高齢者が「虫が見える」と訴える場合、幻覚が関係していることがあります。ここでは、虫が見える幻覚の状態や原因について解説します。
虫が見える幻覚とはどんな状態か
「虫が見える」とは、実際には存在しない虫を目にしたと感じたり、体に虫が這っている感覚を覚えたりする状態を指します。この現象は「幻視(げんし)」や「幻触(げんしょく)」と呼ばれ、特に高齢者の方に多く見られます。

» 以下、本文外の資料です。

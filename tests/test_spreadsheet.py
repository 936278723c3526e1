"""Tests of ranking.xlsx (orcscreen/spreadsheet.py), read back with openpyxl.

A small invented study runs end to end through the command line; the spreadsheet is checked
against the ranking.csv of the same run (header, every value, order), against the unit symbols
of the SI Brochure (BIPM, 9th ed. 2019, Tables 2 and 4: K, °C, Pa, W, m, kg, s; bar = 1e5 Pa and
h as the SI Brochure's 8th ed. Table 8 lists them, from memory), against the safety classes of
ANSI/ASHRAE Standard 34 and the GWP100 of IPCC AR6 WG1 Table 7.SM.7 (read through the
globalwarmingpotentials package), and against the project's one caution text.
"""

from __future__ import annotations

import csv
import json
import os

import openpyxl
import pytest

from orcscreen import cli, fluids, spreadsheet
from orcscreen.spreadsheet import SPREADSHEET_FILE, column_style, write_spreadsheet

# invented test study: two fluids, one layout, two sink temperatures
TINY = """
[study]
name = "tiny"
[source]
kind = "water"
inlet_temperature_C = 120
mass_flow_kg_s = 5
[fluids]
include = ["R245fa", "n-Pentane"]
[cycle]
layouts = ["basic"]
[sweep]
"sink.inlet_temperature_C" = [15, 25]
"""


@pytest.fixture(scope="module")
def run_dir(tmp_path_factory):
    """Output folder of one run of the tiny study (no report)."""
    base = tmp_path_factory.mktemp("xlsx")
    study = base / "tiny.toml"
    study.write_text(TINY)
    out = base / "out"
    assert cli.main(["run", str(study), "--out", str(out), "--jobs", "1", "--no-report"]) == 0
    return out


def _csv_rows(path):
    with open(path, newline="", encoding="utf-8") as f:
        return list(csv.reader(f))


def _sheet_rows(ws):
    return [list(r) for r in ws.iter_rows(values_only=True)]


def test_ranking_sheet_holds_the_csv_header_and_every_value(run_dir):
    rows = _csv_rows(run_dir / "ranking.csv")
    wb = openpyxl.load_workbook(run_dir / SPREADSHEET_FILE)
    assert wb.sheetnames == ["ranking", "inputs", "cautions"]
    sheet = _sheet_rows(wb["ranking"])
    assert sheet[0] == rows[0]  # same columns, same order
    assert len(sheet) == 2 + (len(rows) - 1) == 6  # header, units, the four cases
    compared = 0
    for csv_row, xlsx_row in zip(rows[1:], sheet[2:]):  # same rows, same order
        assert len(xlsx_row) == len(csv_row)
        for name, text, value in zip(rows[0], csv_row, xlsx_row):
            if text == "":
                assert value is None, name
            elif isinstance(value, bool):
                assert text == str(value), name
            elif isinstance(value, (int, float)):
                assert value == pytest.approx(float(text), rel=1e-15), name
                compared += 1
            else:
                assert value == text, name
    assert compared > 4 * 40  # most figures of the four ok cases are numbers


def test_units_row_carries_the_units_of_the_names(run_dir):
    ws = openpyxl.load_workbook(run_dir / SPREADSHEET_FILE)["ranking"]
    header, units = _sheet_rows(ws)[:2]
    unit = dict(zip(header, units))
    money = json.loads((run_dir / "run-info.json").read_text())["money"]["currency"]
    # symbols of the SI Brochure (BIPM 2019) for the units the column names end with
    assert unit["net_power_kW"] == "kW"
    assert unit["evaporation_temperature_C"] == "°C"
    assert unit["sink.inlet_temperature_C"] == "°C"  # a swept study key
    assert unit["superheat_K"] == "K"
    assert unit["condensing_pressure_bar"] == "bar"
    assert unit["wf_mass_flow_kg_s"] == "kg/s"
    assert unit["ua_evaporator_kW_K"] == "kW/K"
    assert unit["size_parameter_m"] == "m"
    assert unit["area_evaporator_m2"] == "m²"
    assert unit["annual_energy_MWh"] == "MWh"
    assert unit["thermal_efficiency"] == "-"
    assert unit["lcoe_per_MWh"] == f"{money}/MWh"  # the study's currency, from run-info.json
    assert unit["fluid"] is None and unit["case_key"] is None  # no unit: an empty cell


def test_panes_filter_widths_and_number_formats(run_dir):
    ws = openpyxl.load_workbook(run_dir / SPREADSHEET_FILE)["ranking"]
    assert ws.freeze_panes == "B3"  # below header and units, right of the first column
    assert ws.auto_filter.ref == f"A2:{openpyxl.utils.get_column_letter(ws.max_column)}6"
    header = [c.value for c in ws[1]]
    col = {name: i for i, name in enumerate(header)}
    first = ws[3]
    assert first[col["rank"]].number_format == "0"
    assert first[col["net_power_kW"]].number_format == "0.0"
    assert first[col["thermal_efficiency"]].number_format == "0.000"
    assert first[col["evaporation_temperature_C"]].number_format == "0.0"
    assert first[col["condensing_pressure_bar"]].number_format == "0.000"
    # every number of the sheet has a format of its column (no column left to "General")
    for row in ws.iter_rows(min_row=3):
        for name, cell in zip(header, row):
            if isinstance(cell.value, (int, float)) and not isinstance(cell.value, bool):
                assert cell.number_format != "General", name
                assert cell.number_format == column_style(name)[1], name
    # ECMA-376 Part 1, 18.3.1.13 (col): the stored width is the characters shown plus 5 pixels
    # of padding at the default font's 7-pixel digit width, truncated to 1/256: n + 182/256
    widths = [ws.column_dimensions[openpyxl.utils.get_column_letter(i + 1)].width - 182 / 256
              for i in range(len(header))]
    assert all(6 <= w <= 50 for w in widths)
    assert widths[col["turbine_outlet_temperature_C"]] >= len("turbine_outlet_temperature_C")


def test_inputs_sheet_holds_the_study_and_run_info(run_dir):
    ws = openpyxl.load_workbook(run_dir / SPREADSHEET_FILE)["inputs"]
    rows = {r[0]: (r[1], r[2]) for r in ws.iter_rows(min_row=2, values_only=True) if r and r[0]}
    info = json.loads((run_dir / "run-info.json").read_text())
    assert rows["study_hash"][0] == info["study_hash"]
    assert rows["orcscreen_version"][0] == info["orcscreen_version"]
    assert rows["counts.ok"][0] == info["counts"]["ok"] == 4
    assert rows["study.name"][0] == "tiny"
    assert rows["source.kind"][0] == "water"
    assert rows["source.inlet_temperature_C"] == (120, "°C")
    assert rows["source.mass_flow_kg_s"] == (5, "kg/s")
    assert json.loads(rows["fluids.include"][0]) == ["R245fa", "n-Pentane"]
    assert json.loads(rows["sweep.sink.inlet_temperature_C"][0]) == [15, 25]
    assert rows["sweep.sink.inlet_temperature_C"][1] == "°C"
    assert SPREADSHEET_FILE not in rows  # every row of ranking.csv is in the sheet


def test_cautions_sheet_holds_the_caution_text_and_each_fluid(run_dir):
    ws = openpyxl.load_workbook(run_dir / SPREADSHEET_FILE)["cautions"]
    rows = _sheet_rows(ws)
    lines = fluids.CAUTIONS.strip().splitlines()
    assert rows[0][0] == "Cautions"
    assert [r[0] for r in rows[1:1 + len(lines)]] == lines  # the one copy, word for word
    text = " ".join(lines).lower()
    for topic in ("flammable", "toxic", "f-gas", "montreal protocol", "not a design",
                  "local codes", "licensed engineers"):
        assert topic in text
    # the ranking's fluid column: the catalogue's display names
    table = {r[0]: r for r in rows[1 + len(lines):] if r[0] in ("R245fa", "n-pentane")}
    assert set(table) == {"R245fa", "n-pentane"}
    # ANSI/ASHRAE Standard 34 (from memory): R-245fa is B1, R-601 (n-pentane) A3
    assert table["R245fa"][2] == "B1" and table["n-pentane"][2] == "A3"
    assert table["R245fa"][5] == fluids.get_info("R245fa").cautions  # the catalogue's own text
    gwp = pytest.importorskip("globalwarmingpotentials")
    # IPCC AR6 WG1 Table 7.SM.7 GWP100, as the globalwarmingpotentials package transcribes it
    assert table["R245fa"][3] == pytest.approx(gwp.data["AR6GWP100"]["HFC245fa"])


def _small_csv(path, rows):
    with open(path, "w", newline="", encoding="utf-8") as f:
        csv.writer(f, lineterminator="\n").writerows(rows)


def test_text_stays_text_and_infinities_stay_readable(tmp_path):
    # Spreadsheet programs run a cell text that begins with "=" as a formula (common practice;
    # OWASP, "CSV Injection"); a key that looks like a number must stay the key.
    _small_csv(tmp_path / "r.csv", [["case_key", "rank", "fluid", "reason", "net_power_kW"],
                                    ["1234e5", "1", "R245fa", "=1+1", "inf"],
                                    ["0042", "", "R245fa", "", "-inf"]])
    write_spreadsheet(tmp_path / "r.xlsx", tmp_path / "r.csv", {"study_name": "x"}, {},
                      text_columns=("case_key",))
    ws = openpyxl.load_workbook(tmp_path / "r.xlsx")["ranking"]
    assert [c.value for c in ws["A"][2:]] == ["1234e5", "0042"]
    reason = ws["D3"]
    assert reason.value == "=1+1" and reason.data_type == "s"
    assert [c.value for c in ws["E"][2:]] == ["inf", "-inf"]
    assert ws["B4"].value is None


def test_a_ranking_longer_than_a_sheet_is_cut_and_the_inputs_say_so(run_dir, tmp_path, monkeypatch):
    monkeypatch.setattr(spreadsheet, "SHEET_ROWS", 5)  # header, units and 3 of the 4 cases
    info = json.loads((run_dir / "run-info.json").read_text())
    write_spreadsheet(tmp_path / "cut.xlsx", run_dir / "ranking.csv", info, {})
    wb = openpyxl.load_workbook(tmp_path / "cut.xlsx")
    assert wb["ranking"].max_row == 5
    notes = [r[1] for r in wb["inputs"].iter_rows(values_only=True) if r and r[0] == SPREADSHEET_FILE]
    assert len(notes) == 1 and "the first 3 of 4 rows" in notes[0]


def test_a_link_in_the_output_folder_is_replaced_not_written_through(run_dir, tmp_path):
    # rename(2) replaces a link at the target name (POSIX), as for ranking.csv (safe_files)
    victim = tmp_path / "victim.txt"
    victim.write_text("keep me")
    link = tmp_path / SPREADSHEET_FILE
    os.symlink(victim, link)
    info = json.loads((run_dir / "run-info.json").read_text())
    write_spreadsheet(link, run_dir / "ranking.csv", info, {})
    assert victim.read_text() == "keep me"
    assert not link.is_symlink() and openpyxl.load_workbook(link).sheetnames[0] == "ranking"
    assert not any(p.name.endswith(".tmp") for p in tmp_path.iterdir())


def test_column_style_reads_the_endings_longest_first():
    assert column_style("ua_total_kW_K") == ("kW/K", "0.00")  # not "_K"
    assert column_style("area_condenser_m2")[0] == "m²"  # not "_m"
    assert column_style("source.cp_kJ_kgK")[0] == "kJ/(kg·K)"
    assert column_style("investment_total", "USD") == ("USD", "#,##0")
    assert column_style("specific_investment_per_kW", "USD")[0] == "USD/kW"
    assert column_style("fluid") == ("", None)
    assert column_style("rank") == ("", "0")  # an integer without a unit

虫が見える幻覚は、視界の端や部屋の壁、布団などに小さな虫がいるように思えたり、腕や足に虫がいると訴えることが特徴です。本人は非常にリアルに感じており、「虫を払ってほしい」と家族に求めることもあります。こうした幻覚が起きると、生活上の不安や恐怖感が強まることがあります。
幻覚の種類と高齢者に多い症状
幻覚には主に「幻視(実際には存在しないものが見える)」「幻聴(聞こえないはずの音や声が聞こえる)」「幻触(何かに触られている感覚がある)」などがあります。高齢者では、特に幻視が多く、「虫がいる」「人がいる」などの訴えが目立ちます。
一方で、認知症の進行や身体の不調、薬の影響などでも幻覚が現れることがあります。例えば、レビー小体型認知症では鮮明な幻視が特徴であり、虫や人、動物がはっきり見えると訴えることが多いです。幻覚が現れると、本人の不安感が増し、生活に困難を感じる場合があります。
幻覚が見えるときに受診すべきタイミング
幻覚が一時的なものであれば様子をみてもよいですが、頻繁に現れたり、生活に支障が出ている場合には医療機関の受診を検討しましょう。また、幻覚に加えて発熱や意識障害、急な性格の変化がある場合は、早めの受診が特に必要です。
受診を迷う場合は、以下のポイントを参考にしてください。
- 幻覚が毎日のように続く
- 本人の行動や言動が危険に感じる
- 家族の対応だけでは安心できない
- 急な体調変化や他の症状もみられる
こうした場合、かかりつけ医やもの忘れ外来、精神科などの専門医に相談することをおすすめします。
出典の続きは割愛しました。